For efficient Top-K selection (without sampling), see flashinfer.topk which provides top_k(), top_k_page_table_transform(), and top_k_ragged_transform().

sampling_from_probs(probs[, indices, ...])

Fused GPU kernel for category sampling from probabilities.

sampling_from_logits(logits[, indices, ...])

Fused GPU kernel for category sampling from logits. It's equivalent to sampling from logits after applying softmax. :param logits: Logits for sampling. When indices is not provided, shape should be (batch_size, num_classes) and the i-th output will be sampled from the i-th row of logits. When indices is provided, shape should be (unique_batch_size, num_classes) where unique_batch_size is the number of unique probability distributions. :type logits: torch.Tensor :param indices: Optional indices tensor of shape (batch_size,), dtype torch.int32 or torch.int64 that maps each output to a row in logits. The output tensor will have the same dtype as indices. For example, if indices[i] = j, then the i-th output will be sampled from logits[j]. This allows reusing the same probability distribution for multiple outputs. If indices is not provided, the i-th output will be sampled from the i-th row of logits and output dtype defaults to torch.int32. :type indices: Optional[torch.Tensor] :param deterministic: Since the sampling doesn't use cub's BlockScan, the sampling is deterministic. We keep this argument for compatibility with other sampling functions. :type deterministic: bool :param generator: A random number generator for the operation. :type generator: Optional[torch.Generator] :param check_nan: Whether to check nan in logits, default is False. :type check_nan: bool :param seed: Random seed value for the sampling operation. Can be either an integer or a torch.Tensor. When provided as a torch.Tensor, it must be int64 or uint64 dtype, 1D, and length 1 or batch_size. Using torch.Tensor is required for CUDA graph compatibility.

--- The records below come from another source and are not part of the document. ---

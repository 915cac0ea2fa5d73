"""One file a mistake in broken/: lines taken out (-) and put in (+), then the whole message."""

from __future__ import annotations

import re
from pathlib import Path
from typing import TYPE_CHECKING

import pytest

from gyrecut.profile.problems import Code

if TYPE_CHECKING:
    from collections.abc import Callable, Mapping

HERE = Path(__file__).parent
CASES = sorted((HERE / "broken").glob("*.txt"))


def spoilt(good: str, case: str) -> tuple[str, str]:
    change, _, message = case.partition("\n\n")
    lines = change.splitlines()
    out = "".join(f"{line[1:]}\n" for line in lines if line.startswith("-"))
    into = "".join(f"{line[1:]}\n" for line in lines if line.startswith("+"))
    assert good.count(out) == 1
    return good.replace(out, into), message


@pytest.mark.parametrize("case", CASES, ids=lambda case: case.stem)
def test_refusal_says_the_whole_message(
    case: Path, good: str, refusal: Callable[[Mapping[str, str]], str]
) -> None:
    text, message = spoilt(good, case.read_text(encoding="utf-8"))
    assert refusal({"broken.yaml": text}) + "\n" == message


def test_every_code_is_provoked_by_a_test() -> None:
    later = HERE.parent / "cli" / "test_unbuildable.py"
    texts = [*CASES, *HERE.glob("test_*.py"), later]
    told = {
        code
        for text in texts
        for code in re.findall(r"(?:\d+: |code=\")(P\d{3})", text.read_text(encoding="utf-8"))
    }
    assert told == set(Code)


def test_several_mistakes_in_one_list_item_are_all_told(
    good: str, refusal: Callable[[Mapping[str, str]], str]
) -> None:
    text = good.replace("inlet_velocity: 18 m/s", "inlet_velocty: 18 m/s\n    count: 13")
    told = re.findall(r"^broken.yaml:(.+)$", refusal({"broken.yaml": text}), re.MULTILINE)
    assert told == [
        "12:5: P022 stages[0] has nothing to take its size from",
        "13:5: P021 stages[0].inlet_velocty is not a known key",
        "14:12: P028 stages[0].count is out of range",
    ]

softmax(logits[, temperature, enable_pdl])

Fused GPU kernel for online safe softmax with temperature scaling.

top_p_sampling_from_probs(probs, top_p[, ...])

Fused GPU kernel for top-p sampling (nucleus sampling) from probabilities, this operator implements GPU-based rejection sampling without explicit sorting.

top_k_sampling_from_probs(probs, top_k[, ...])

Fused GPU kernel for top-k sampling from probabilities, this operator implements GPU-based rejection sampling without explicit sorting.

min_p_sampling_from_probs(probs, min_p[, ...])

Fused GPU kernel for min_p sampling from probabilities,

top_k_top_p_sampling_from_logits(logits, ...)

Fused GPU kernel for top-k and top-p sampling from pre-softmax logits,

top_k_top_p_sampling_from_probs(probs, ...)

Fused GPU kernel for top-k and top-p sampling from probabilities,

top_p_renorm_probs(probs, top_p[, ...])

Fused GPU kernel for renormalizing probabilities by top-p thresholding.

top_k_renorm_probs(probs, top_k)

Fused GPU kernel for renormalizing probabilities by top-k thresholding.

top_k_mask_logits(logits, top_k)

Fused GPU kernel for masking logits by top-k thresholding.

chain_speculative_sampling(draft_probs, ...)

Fused-GPU kernel for speculative sampling for sequence generation (proposed in paper Accelerating Large Language Model Decoding with Speculative Sampling), where the draft model generates a sequence(chain) of tokens for each request.